ACTIVITY
Match on the string "text" in the entries below and return every matching line.

INFORMATION GIVEN
──────

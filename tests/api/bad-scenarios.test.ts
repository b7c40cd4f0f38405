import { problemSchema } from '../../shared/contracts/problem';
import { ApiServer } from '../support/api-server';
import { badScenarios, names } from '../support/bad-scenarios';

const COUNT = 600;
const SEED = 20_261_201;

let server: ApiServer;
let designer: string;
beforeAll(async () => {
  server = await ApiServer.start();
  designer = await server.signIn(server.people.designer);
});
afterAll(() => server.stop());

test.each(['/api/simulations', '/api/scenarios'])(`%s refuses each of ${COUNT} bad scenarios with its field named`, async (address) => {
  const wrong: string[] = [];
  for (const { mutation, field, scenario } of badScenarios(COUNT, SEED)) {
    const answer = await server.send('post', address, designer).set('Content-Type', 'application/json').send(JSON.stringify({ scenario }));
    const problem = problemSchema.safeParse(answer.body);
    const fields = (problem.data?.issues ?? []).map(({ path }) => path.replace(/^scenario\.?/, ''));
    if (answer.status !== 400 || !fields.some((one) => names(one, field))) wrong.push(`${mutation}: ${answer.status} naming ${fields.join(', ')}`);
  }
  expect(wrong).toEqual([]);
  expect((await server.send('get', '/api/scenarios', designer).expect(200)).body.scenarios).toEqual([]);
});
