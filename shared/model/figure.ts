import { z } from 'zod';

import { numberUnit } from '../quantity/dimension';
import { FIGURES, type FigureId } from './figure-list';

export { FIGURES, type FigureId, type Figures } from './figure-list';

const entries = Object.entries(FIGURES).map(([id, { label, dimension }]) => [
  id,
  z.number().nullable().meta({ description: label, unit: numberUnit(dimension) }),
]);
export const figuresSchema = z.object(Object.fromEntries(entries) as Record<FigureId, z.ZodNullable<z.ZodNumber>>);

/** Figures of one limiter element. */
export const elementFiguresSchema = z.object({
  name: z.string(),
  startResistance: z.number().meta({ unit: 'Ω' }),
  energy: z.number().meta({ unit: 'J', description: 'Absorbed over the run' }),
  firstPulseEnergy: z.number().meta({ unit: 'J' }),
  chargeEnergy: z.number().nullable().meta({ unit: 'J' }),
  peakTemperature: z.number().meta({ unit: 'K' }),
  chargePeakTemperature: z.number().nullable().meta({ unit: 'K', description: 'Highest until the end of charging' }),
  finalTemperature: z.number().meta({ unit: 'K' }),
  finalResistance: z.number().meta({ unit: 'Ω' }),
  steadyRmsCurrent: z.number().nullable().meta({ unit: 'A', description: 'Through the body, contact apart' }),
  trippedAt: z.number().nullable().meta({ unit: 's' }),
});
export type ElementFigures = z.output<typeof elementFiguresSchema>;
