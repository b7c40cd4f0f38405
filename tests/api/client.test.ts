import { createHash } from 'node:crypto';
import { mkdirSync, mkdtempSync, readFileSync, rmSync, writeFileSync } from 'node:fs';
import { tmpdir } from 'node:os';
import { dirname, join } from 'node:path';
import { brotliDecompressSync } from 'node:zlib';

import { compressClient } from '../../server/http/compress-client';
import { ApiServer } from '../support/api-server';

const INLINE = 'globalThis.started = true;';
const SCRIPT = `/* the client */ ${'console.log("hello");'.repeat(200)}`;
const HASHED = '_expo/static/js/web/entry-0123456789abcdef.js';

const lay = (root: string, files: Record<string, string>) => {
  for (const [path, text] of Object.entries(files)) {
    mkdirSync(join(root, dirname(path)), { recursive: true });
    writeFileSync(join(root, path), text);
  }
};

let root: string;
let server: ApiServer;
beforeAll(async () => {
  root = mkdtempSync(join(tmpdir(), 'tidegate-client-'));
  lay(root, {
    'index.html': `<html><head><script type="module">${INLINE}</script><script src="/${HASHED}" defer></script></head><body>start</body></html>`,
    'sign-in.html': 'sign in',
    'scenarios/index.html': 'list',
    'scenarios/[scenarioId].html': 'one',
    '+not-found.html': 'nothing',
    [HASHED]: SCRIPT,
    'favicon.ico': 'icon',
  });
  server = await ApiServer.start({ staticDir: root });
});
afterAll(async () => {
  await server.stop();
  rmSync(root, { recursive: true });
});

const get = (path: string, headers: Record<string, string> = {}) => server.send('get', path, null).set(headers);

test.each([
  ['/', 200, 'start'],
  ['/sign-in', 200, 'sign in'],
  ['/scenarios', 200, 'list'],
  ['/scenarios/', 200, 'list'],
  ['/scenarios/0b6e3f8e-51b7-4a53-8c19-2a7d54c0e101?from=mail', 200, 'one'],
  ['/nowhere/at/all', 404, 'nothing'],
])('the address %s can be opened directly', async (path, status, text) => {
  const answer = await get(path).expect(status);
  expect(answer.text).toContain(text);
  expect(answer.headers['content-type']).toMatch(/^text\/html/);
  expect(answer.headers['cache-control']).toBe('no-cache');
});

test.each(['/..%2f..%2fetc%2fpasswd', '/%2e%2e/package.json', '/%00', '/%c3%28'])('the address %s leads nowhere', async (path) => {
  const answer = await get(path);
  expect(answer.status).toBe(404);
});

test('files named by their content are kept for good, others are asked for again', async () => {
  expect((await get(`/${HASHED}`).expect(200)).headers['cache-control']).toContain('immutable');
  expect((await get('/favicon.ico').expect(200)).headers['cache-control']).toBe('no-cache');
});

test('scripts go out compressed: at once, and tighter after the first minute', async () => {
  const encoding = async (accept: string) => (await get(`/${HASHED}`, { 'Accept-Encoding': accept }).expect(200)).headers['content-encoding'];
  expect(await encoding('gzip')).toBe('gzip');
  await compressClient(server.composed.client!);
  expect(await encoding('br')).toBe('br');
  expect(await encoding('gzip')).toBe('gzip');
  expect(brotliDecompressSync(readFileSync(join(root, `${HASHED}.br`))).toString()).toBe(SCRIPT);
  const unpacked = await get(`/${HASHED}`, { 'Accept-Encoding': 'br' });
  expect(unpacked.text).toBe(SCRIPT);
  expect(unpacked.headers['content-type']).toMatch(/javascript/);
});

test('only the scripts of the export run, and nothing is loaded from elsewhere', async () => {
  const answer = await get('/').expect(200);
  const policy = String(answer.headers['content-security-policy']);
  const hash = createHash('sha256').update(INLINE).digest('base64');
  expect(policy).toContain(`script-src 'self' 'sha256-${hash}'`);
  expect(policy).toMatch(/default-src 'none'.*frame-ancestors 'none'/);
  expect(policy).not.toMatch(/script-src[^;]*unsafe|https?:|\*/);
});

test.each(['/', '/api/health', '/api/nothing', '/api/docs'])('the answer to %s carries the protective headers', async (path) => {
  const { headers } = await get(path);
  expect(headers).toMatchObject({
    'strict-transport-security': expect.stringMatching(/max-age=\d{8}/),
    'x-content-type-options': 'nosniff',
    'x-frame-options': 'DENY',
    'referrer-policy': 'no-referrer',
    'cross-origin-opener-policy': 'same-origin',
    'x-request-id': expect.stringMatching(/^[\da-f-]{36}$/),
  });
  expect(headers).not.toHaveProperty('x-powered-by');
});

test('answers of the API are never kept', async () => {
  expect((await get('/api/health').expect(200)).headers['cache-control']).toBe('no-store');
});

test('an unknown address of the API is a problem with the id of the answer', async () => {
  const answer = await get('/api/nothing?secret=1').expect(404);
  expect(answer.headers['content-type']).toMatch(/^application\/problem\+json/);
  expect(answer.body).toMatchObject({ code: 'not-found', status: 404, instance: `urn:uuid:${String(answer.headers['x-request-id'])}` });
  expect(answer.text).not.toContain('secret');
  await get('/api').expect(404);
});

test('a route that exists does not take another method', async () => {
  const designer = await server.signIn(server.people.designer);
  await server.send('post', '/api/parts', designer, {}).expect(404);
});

──────

YOUR RESPONSE
  for (const [path, text] of Object.entries(files)) {
    writeFileSync(join(root, path), text);
])('the address %s can be opened directly', async (path, status, text) => {
  expect(answer.text).toContain(text);
  expect(answer.headers['content-type']).toMatch(/^text\/html/);
  expect(unpacked.text).toBe(SCRIPT);
  expect(answer.text).not.toContain('secret');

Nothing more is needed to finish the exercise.